So should the general HN group tendencies be considered in what's considered
controversial vs. what is just informative? Should the community focus on
discussions in areas of climate, wealth, race, sex, etc. be limited only to
the implementation details of the generally accepted HN point of view?

I do get what you're talking about. While I agree in with the premise of the
parent story, the article is clearly written to charge emotions moreso that
present rational arguments: I hate that bullshit. Personally, I'd prefer to be
a member of a ruthlessly "on-topic" professional technology community where
progressives, conservatives, etc. are expected to save their politics for
Facebook or Twitter and provide input on those topics for which they are best
qualified. Maybe it's too much to ask, though, because I ain't found such a
forum yet.

HN has a small amount of absolutely brilliant content/commentary that I've not
found elsewhere, as well as a larger dose of just OK content/commentary...
which keeps me coming back... which comes with a large portion of utter crap
which just becomes a big shit-show, and shows that this community of STEM
types which, frankly, likes to see itself as superior to the less enlightened,
broader public, really isn't any better at formulating ideas than that public
in areas outside their specific specialties.
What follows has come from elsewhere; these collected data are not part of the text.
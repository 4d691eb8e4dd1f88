"""The stage progress line (``netctl.report.progress.stage_progress``): a line each time
another percent of a stage is reached, whether the work advances one step at a time or
jumps (the dimension's phases place thousands of states at once). Rule: common
practice, no source."""

from __future__ import annotations

import io

from netctl.report.progress import stage_progress


def _shown(buf: io.StringIO) -> list[str]:
    return [part for line in buf.getvalue().split("\n") for part in line.split("\r")
            if part]


def test_jumps_between_percents_are_each_shown():
    buf = io.StringIO()
    tick = stage_progress("check", stream=buf, enabled=True)
    for done in (0, 113568, 132470, 135355, 135701):  # a run's phases (from a benchmark)
        tick("controllable dimension", done, 135701)
    assert _shown(buf) == [f"netctl: check: controllable dimension {d}/135701"
                           for d in (0, 113568, 132470, 135355, 135701)]


def test_single_steps_show_about_a_hundred_lines():
    buf = io.StringIO()
    tick = stage_progress("modes", stream=buf, enabled=True)
    for done in range(1001):
        tick("mode reach", done, 1000)
    shown = _shown(buf)
    assert len(shown) == 101 and shown[-1] == "netctl: modes: mode reach 1000/1000"
    assert buf.getvalue().endswith("\n")


def test_a_new_stage_starts_its_own_count():
    buf = io.StringIO()
    tick = stage_progress("x", stream=buf, enabled=True)
    tick("a", 50, 100)
    tick("b", 0, 10)
    tick("b", 10, 10)
    assert _shown(buf) == ["netctl: x: a 50/100", "netctl: x: b 0/10", "netctl: x: b 10/10"]
    assert stage_progress("x", stream=io.StringIO()) is None  # not a terminal
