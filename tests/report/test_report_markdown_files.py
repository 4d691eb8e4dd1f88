"""The Markdown report writes the figures netctl draws as SVG files beside it (issue 15,
goal 1): ``netctl report FILE --out r.md`` on a small network writes ``r.md``,
``r.map.svg`` and ``r.roles.svg`` (linked from the Markdown and listed below its facts),
loads no matplotlib, and writes all of them or none.

Checks are against things outside the drawing code: the standard library's XML parser,
networkx's maximum matching (the number of driver nodes is ``n - |M*|``, Liu, Slotine &
Barabási, Nature 473:167-173 (2011)), and the report's own JSON (the driver set the map
must mark).
"""

from __future__ import annotations

import json
import re
import xml.etree.ElementTree as ET
from pathlib import Path
from urllib.parse import unquote

import networkx as nx

from netctl.cli import main
from tests._probe import exit_and_modules

ROOT = Path(__file__).resolve().parents[2]
SVG = "{http://www.w3.org/2000/svg}"
#: an out-star a -> b, c, d with a tail d -> e -> f and names a Markdown or XML writer
#: could mangle (Liu et al. 2011: a star of k leaves needs k driver nodes)
EDGES = [("hub&co", "b<1>"), ("hub&co", "c_[x]"), ("hub&co", "d"), ("d", "e*"),
         ("e*", "f|end")]


def _network(tmp_path: Path) -> Path:
    f = tmp_path / "net.csv"
    f.write_text("".join(f"{u},{v}\n" for u, v in EDGES), encoding="utf-8")
    return f


def _max_matching(edges: list[tuple[str, str]]) -> int:
    g = nx.Graph()
    tops = [f"out:{u}" for u, _ in edges]
    g.add_nodes_from(tops, bipartite=0)
    g.add_edges_from((f"out:{u}", f"in:{v}") for u, v in edges)
    return len(nx.bipartite.hopcroft_karp_matching(g, top_nodes=tops)) // 2


def _report(tmp_path: Path, capsys) -> tuple[Path, dict]:
    f = _network(tmp_path)
    out = tmp_path / "r p.md"  # a space: the links must be percent-encoded
    assert main(["report", str(f), "--out", str(out)]) == 0
    capsys.readouterr()
    assert main(["report", str(f), "--out", str(tmp_path / "r.json")]) == 0
    capsys.readouterr()
    return out, json.loads((tmp_path / "r.json").read_text(encoding="utf-8"))


def test_markdown_report_links_well_formed_svg_files_beside_it(tmp_path, capsys):
    out, js = _report(tmp_path, capsys)
    text = out.read_text(encoding="utf-8")
    links = re.findall(r"!\[[^\]]*\]\(([^)]+)\)", text)
    assert [unquote(t) for t in links] == ["r p.map.svg", "r p.roles.svg"]
    assert "data:image" not in text  # no figure left as a PNG
    listed = re.search(r"^- \*\*figure files \(beside this file\):\*\* (.*)$", text, re.M)
    assert listed is not None and [unquote(t) for t in re.findall(r"\]\(([^)]+)\)",
                                                                  listed.group(1))] == [
        "r p.map.svg", "r p.roles.svg"]
    assert sorted(p.name for p in tmp_path.iterdir()) == [
        "net.csv", "r p.map.svg", "r p.md", "r p.roles.svg", "r.json"]
    mapped = ET.parse(tmp_path / "r p.map.svg").getroot()  # raises when not well formed
    ET.parse(tmp_path / "r p.roles.svg")
    assert mapped.tag == f"{SVG}svg"
    names = {u for e in EDGES for u in e}
    states = [c.find(f"{SVG}title").text for g in mapped.iter(f"{SVG}g")
              if g.get("class") == "states" for c in g]
    assert sorted(states) == sorted(names)  # every state drawn once, its name intact
    labels = {t.text for g in mapped.iter(f"{SVG}g") if g.get("class") == "labels"
              for t in g}
    assert labels == names
    drivers = sorted(p.find(f"{SVG}title").text.split(" \u2014 ")[0]
                     for p in mapped.iter(f"{SVG}path")
                     if p.get("class") == "mark driver")
    minimum = next(s for s in js["sections"] if s["key"] == "minimum-inputs")["data"]
    assert drivers == sorted(minimum["dedicated"]["drivers"])
    assert len(drivers) == len(names) - _max_matching(EDGES) == 3  # Liu et al. 2011


def test_no_partial_output_when_a_figure_cannot_be_written(tmp_path, capsys):
    f = _network(tmp_path)
    (tmp_path / "r.roles.svg").mkdir()  # a folder where the roles chart would go
    assert main(["report", str(f), "--out", str(tmp_path / "r.md")]) == 2
    err = capsys.readouterr().err
    assert "r.roles.svg" in err and "figure of the Markdown report" in err
    assert sorted(p.name for p in tmp_path.iterdir()) == ["net.csv", "r.roles.svg"]


def test_a_small_markdown_report_loads_no_matplotlib(tmp_path):
    f = tmp_path / "two.csv"
    f.write_text("a,b\nb,c\n")
    out = tmp_path / "r.md"
    assert exit_and_modules(['report', str(f), '--out', str(out)]) == (0, [])
    assert (tmp_path / "r.map.svg").is_file() and (tmp_path / "r.roles.svg").is_file()


def test_a_report_with_png_figures_stays_one_markdown_file(tmp_path):
    """From Python, a report built with every kind of figure (the default) embeds its
    PNGs in the Markdown, as before: nothing is written beside it."""
    from netctl import StructuredSystem
    from netctl.report import build_report, write_report
    from netctl.report.sections import map_section, roles_section

    s = StructuredSystem.from_named_edges(["a", "b"], ["b", "c"])
    report = build_report(s, sections=[map_section, roles_section])
    assert write_report(report, tmp_path / "r.md") == []
    assert [p.name for p in tmp_path.iterdir()] == ["r.md"]
    assert (tmp_path / "r.md").read_text(encoding="utf-8").count(
        "](data:image/png;base64,") == 2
Oh, sure, the better education
means the quality of writing and rhetorical flare is also better... but that
doesn't mean that the actual ideas are less emotionally driven or more well
considered: just that the rationalizations are more nuanced than they might
otherwise be.

OK, stepping off the soap box. I will say, for my part, I use to get much more
caught up in the political discussions here and was wrong to do so. I've
stopped that bad behavior for the most part: I wasn't helping, I wasn't
changing minds, I was simply eroding the professional demeanor of the
community.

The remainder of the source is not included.